Comment by poemxo

2 months ago

That takes away from the notion that LLMs have emergent intelligent abilities. Right now it doesn't seem valuable for a model to count letters, even though it is a very basic measure of understanding. Will this continue in other domains? Will we be doing tool-calling for every task that's not just summarizing text?

> Will we be doing tool-calling for every task that's not just summarizing text?

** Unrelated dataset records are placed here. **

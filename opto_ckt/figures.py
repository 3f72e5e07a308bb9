"""The one table of figures that a circuit can promise: name, unit, what it means, what a miss is measured by."""

from __future__ import annotations

from collections.abc import Mapping
from dataclasses import dataclass
from types import MappingProxyType


@dataclass(frozen=True)
class Figure:
    """One figure of merit, as it is asked for under `[require]` and printed in results."""

    name: str
    unit: str  #: as read and written; inside it stands in the SI base unit
    label: str
    convention: str  #: what exactly is meant where the trade has more than one use
    scale: float  #: a margin is measured against the larger of the limit and this, in the SI base unit
    decibel: float | None = None  #: factor of the logarithm that is printed beside: 10 for powers, 20 for amplitudes


_ALL = (
    Figure("transimpedance", "V/A", "transimpedance", "output voltage over photocurrent, at dc or in midband", 1.0),
    Figure(
        "bandwidth",
        "Hz",
        "bandwidth",
        "light to the last node, blocks and load included, or drive to light; -3 dB electrical, re midband",
        1.0,
    ),
    Figure(
        "optical_bandwidth", "Hz", "optical bandwidth", "drive to light: half the light, -6 dB of a photocurrent", 1.0
    ),
    Figure("low_cutoff", "Hz", "lower cut-off", "-3 dB electrical, re midband", 0.01),
    Figure("peaking", "dB", "peaking", "highest gain over midband, 20 log", 0.5),
    Figure("phase_margin", "°", "phase margin", "smallest over all crossings of unity loop gain", 45.0),
    Figure("range_margin", "1", "range margin", "light at the output's limit over the largest of its range", 1.0),
    Figure("noise_gain", "V/V", "noise gain", "1 + C_in/C_f, what the op amp sees at its crossover", 1.0),
    Figure(
        "quality_factor", "1", "quality factor", "largest of all complex pole pairs; 0.5 where all poles are real", 0.5
    ),
    Figure(
        "rise_time",
        "s",
        "rise time",
        "10-90 % of the answer to a step at the input, rise of the source excluded",
        1e-12,
    ),
    Figure("overshoot", "1", "overshoot", "of the final step", 0.05),
    Figure(
        "output_swing", "V", "output swing", "largest distance from the dark level: one level, ambient, overshoot", 0.01
    ),
    Figure("output_noise", "V", "output noise", "rms in the noise band, signal at its typical level", 1e-9),
    Figure(
        "input_noise_density",
        "A/√Hz",
        "input noise density",
        "at noise_frequency, dark current and ambient, no signal",
        1e-18,
    ),
    Figure("nep_density", "W/√Hz", "NEP density", "at noise_frequency, dark current and ambient, no signal", 1e-18),
    Figure(
        "nep_band",
        "W",
        "NEP in the band",
        "output rms noise / (midband |Zt| × responsivity); ambient, no signal",
        1e-15,
        10.0,
    ),
    Figure(
        "sensitivity",
        "W",
        "sensitivity",
        "average power at the stated bit error and extinction ratio, optimum threshold, intersymbol interference in it",
        1e-12,
        10.0,
    ),
    Figure(
        "eye_opening",
        "1",
        "eye opening",
        "least one over greatest zero of the worst pattern, best instant, per step",
        0.1,
    ),
    Figure("eye_penalty", "dB", "eye penalty", "light to add for the eye's closure, optical: -10 log of it", 0.5),
    Figure("photons_per_bit", "1", "photons per bit", "average, at the sensitivity", 1.0),
    Figure("overload", "W", "overload", "average power at which the one level reaches the swing limit", 1e-9, 10.0),
    Figure("dynamic_range", "dB", "dynamic range", "overload over sensitivity, optical: 10 log of the powers", 1.0),
    Figure("detectivity", "m·√Hz/W", "detectivity", "square root of the detector's area over nep_density", 1e6),
    Figure(
        "common_mode_rejection",
        "dB",
        "common-mode rejection",
        "gain for light on one diode over that on both, at dc, 20 log",
        20.0,
    ),
    Figure(
        "rejection_at_bandwidth",
        "dB",
        "rejection in the band",
        "as common_mode_rejection, at the bandwidth wanted",
        20.0,
    ),
    Figure("dc_offset", "V", "dc offset", "of the output, no light, from its ideal level", 1e-4),
    Figure("dark_output", "V", "dark output", "output level without light, to ground", 0.01),
    Figure("current", "A", "current", "through the source, steady", 1e-6),
    Figure("current_error", "1", "current error", "against the current asked for, either sign", 1e-3),
    Figure("bias_current", "A", "bias current", "steady part of the current through the source", 1e-6),
    Figure("modulation_current", "A", "modulation current", "one level to zero level, peak to peak", 1e-6),
    Figure(
        "optical_power",
        "W",
        "optical power",
        "average, at the stated plane; trimmed at 25 °C where the circuit has a trimmer",
        1e-9,
        10.0,
    ),
    Figure("optical_index", "1", "optical modulation index", "peak over standing light", 0.05),
    Figure(
        "extinction_ratio", "W/W", "extinction ratio", "one level over zero level, as a ratio; 10 log in dB", 1.0, 10.0
    ),
    Figure("compliance_margin", "V", "compliance margin", "supply left over at the current, at its worst", 0.1),
    Figure("clamp_current", "A", "clamp current", "the most that the clamp lets flow, whatever the monitor says", 1e-6),
    Figure("clamp_margin", "1", "clamp margin", "current that the clamp lets flow over that needed, less one", 0.05),
    Figure(
        "clamp_power", "W", "clamp power", "light at the clamp's current, at the plane of the laser's sheet", 1e-9, 10.0
    ),
    Figure(
        "runaway_factor",
        "1",
        "runaway factor",
        "loop gain of self-heating at constant power; from 1 on the laser runs away",
        0.5,
    ),
    Figure(
        "runaway_margin",
        "K",
        "runaway margin",
        "rise of the surroundings till no current holds the light there is; looked for to 300 °C inside",
        10.0,
    ),
    Figure("wavelength_shift", "m", "wavelength shift", "of the light, from that at a junction of 25 °C", 1e-10),
    Figure(
        "cooler_load", "W", "cooler load", "heat to move out of the laser's case, negative where it is warmed", 1e-3
    ),
    Figure(
        "driver_intensity_noise",
        "dB/Hz",
        "driver intensity noise",
        "of the light by the noise of the current, at noise_frequency, re the average, 10 log",
        1.0,
    ),
    Figure(
        "laser_intensity_noise", "dB/Hz", "laser intensity noise", "as the laser's sheet states it, re the average", 1.0
    ),
    Figure(
        "shot_intensity_noise",
        "dB/Hz",
        "shot intensity noise",
        "what an ideal detector sees of all the light at the plane: 2hν/P, 10 log",
        1.0,
    ),
    Figure(
        "inner_phase_margin",
        "°",
        "inner phase margin",
        "as phase_margin, of the current loop inside the power loop",
        45.0,
    ),
    Figure(
        "loop_bandwidth",
        "Hz",
        "loop bandwidth",
        "current, or power where it is controlled, over set voltage, loop closed, -3 dB",
        1.0,
    ),
    Figure(
        "peak_current",
        "A",
        "peak current",
        "largest through the source, of a pulse or in the first instant of a step",
        1e-6,
    ),
    Figure("overdrive", "1", "overdrive", "base drive over what saturates, gate voltage over that of the sheet", 0.5),
    Figure(
        "turn_off_time", "s", "turn-off time", "drive gone to light gone: storage, then sweep-out or 90-10 %", 1e-12
    ),
    Figure("startup_time", "s", "start-up time", "supply or enable there to 95 % of the current", 1e-6),
    Figure("pulse_width", "s", "pulse width", "of the current, at half of its peak", 1e-12),
    Figure("peak_power", "W", "peak power", "of the light of a pulse, at the stated plane", 1e-9, 10.0),
    Figure("pulse_energy", "J", "pulse energy", "of the light of one pulse, at the stated plane", 1e-15),
    Figure("duty", "1", "duty", "pulse width over the time between pulses", 1e-6),
    Figure("repetition_limit", "Hz", "repetition limit", "rate with five time constants of charging in a period", 1.0),
    Figure("stored_energy", "J", "stored energy", "in the storage capacitor before a pulse", 1e-12),
    Figure("discharge_time", "s", "discharge time", "after power-off, till the capacitors are safe to touch", 1e-3),
    Figure("turn_on_time", "s", "turn-on time", "in which the gate driver charges the gate of the switch", 1e-12),
    Figure("reverse_voltage", "V", "reverse voltage", "at the source after a pulse", 0.1),
    Figure("harmonic_2", "dB", "second harmonic", "re the fundamental, electrical: 20 log of the photocurrents", 1.0),
    Figure("harmonic_3", "dB", "third harmonic", "re the fundamental, electrical: 20 log of the photocurrents", 1.0),
    Figure("dissipation", "W", "dissipation", "total taken from the supplies", 1e-3),
    Figure("junction_temperature", "°C", "junction temperature", "of the hottest junction", 10.0),
    Figure("droop", "1", "droop", "of the average, half of peak to peak, after run_length equal bits", 0.01),
    Figure("margin", "dB", "link margin", "received power over sensitivity, optical: 10 log", 1.0),
)

FIGURES: Mapping[str, Figure] = MappingProxyType({figure.name: figure for figure in _ALL})
"""Every figure by its name, in the order in which figures are printed."""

spoiler: Yes. This has already become standard for production use cases where the LLM is an external-facing interface; you use an LLM to translate the user's human-language request to a machine-ready, well-defined schema (i.e. a protobuf RPC), do the bulk of the actual work with actual, deterministic code, then (optionally) use an LLM to generate a text result to display to the user. The LLM only acts as a user interface layer.

How is counting letters a measure of understanding, rather than a rote process?

The reason LLMs struggle with this is because they literally aren't thinking in English. Their input is tokenized before it comes to them. It's like asking a Chinese speaker "How many Rs are there in the word 草莓".

  • It shows understanding that words are made up of letters and that they can be counted

    Since tokens are atomic, which I didn't realize earlier, then maybe it's still intelligent if it can realize it can extract the result by writing len([b for b in word if b == my_letter]) and decide on its own to return that value.

  • But why doesn’t the LLM reply “I can’t solve this task because I see text as tokens”, rather than give a wrong answer?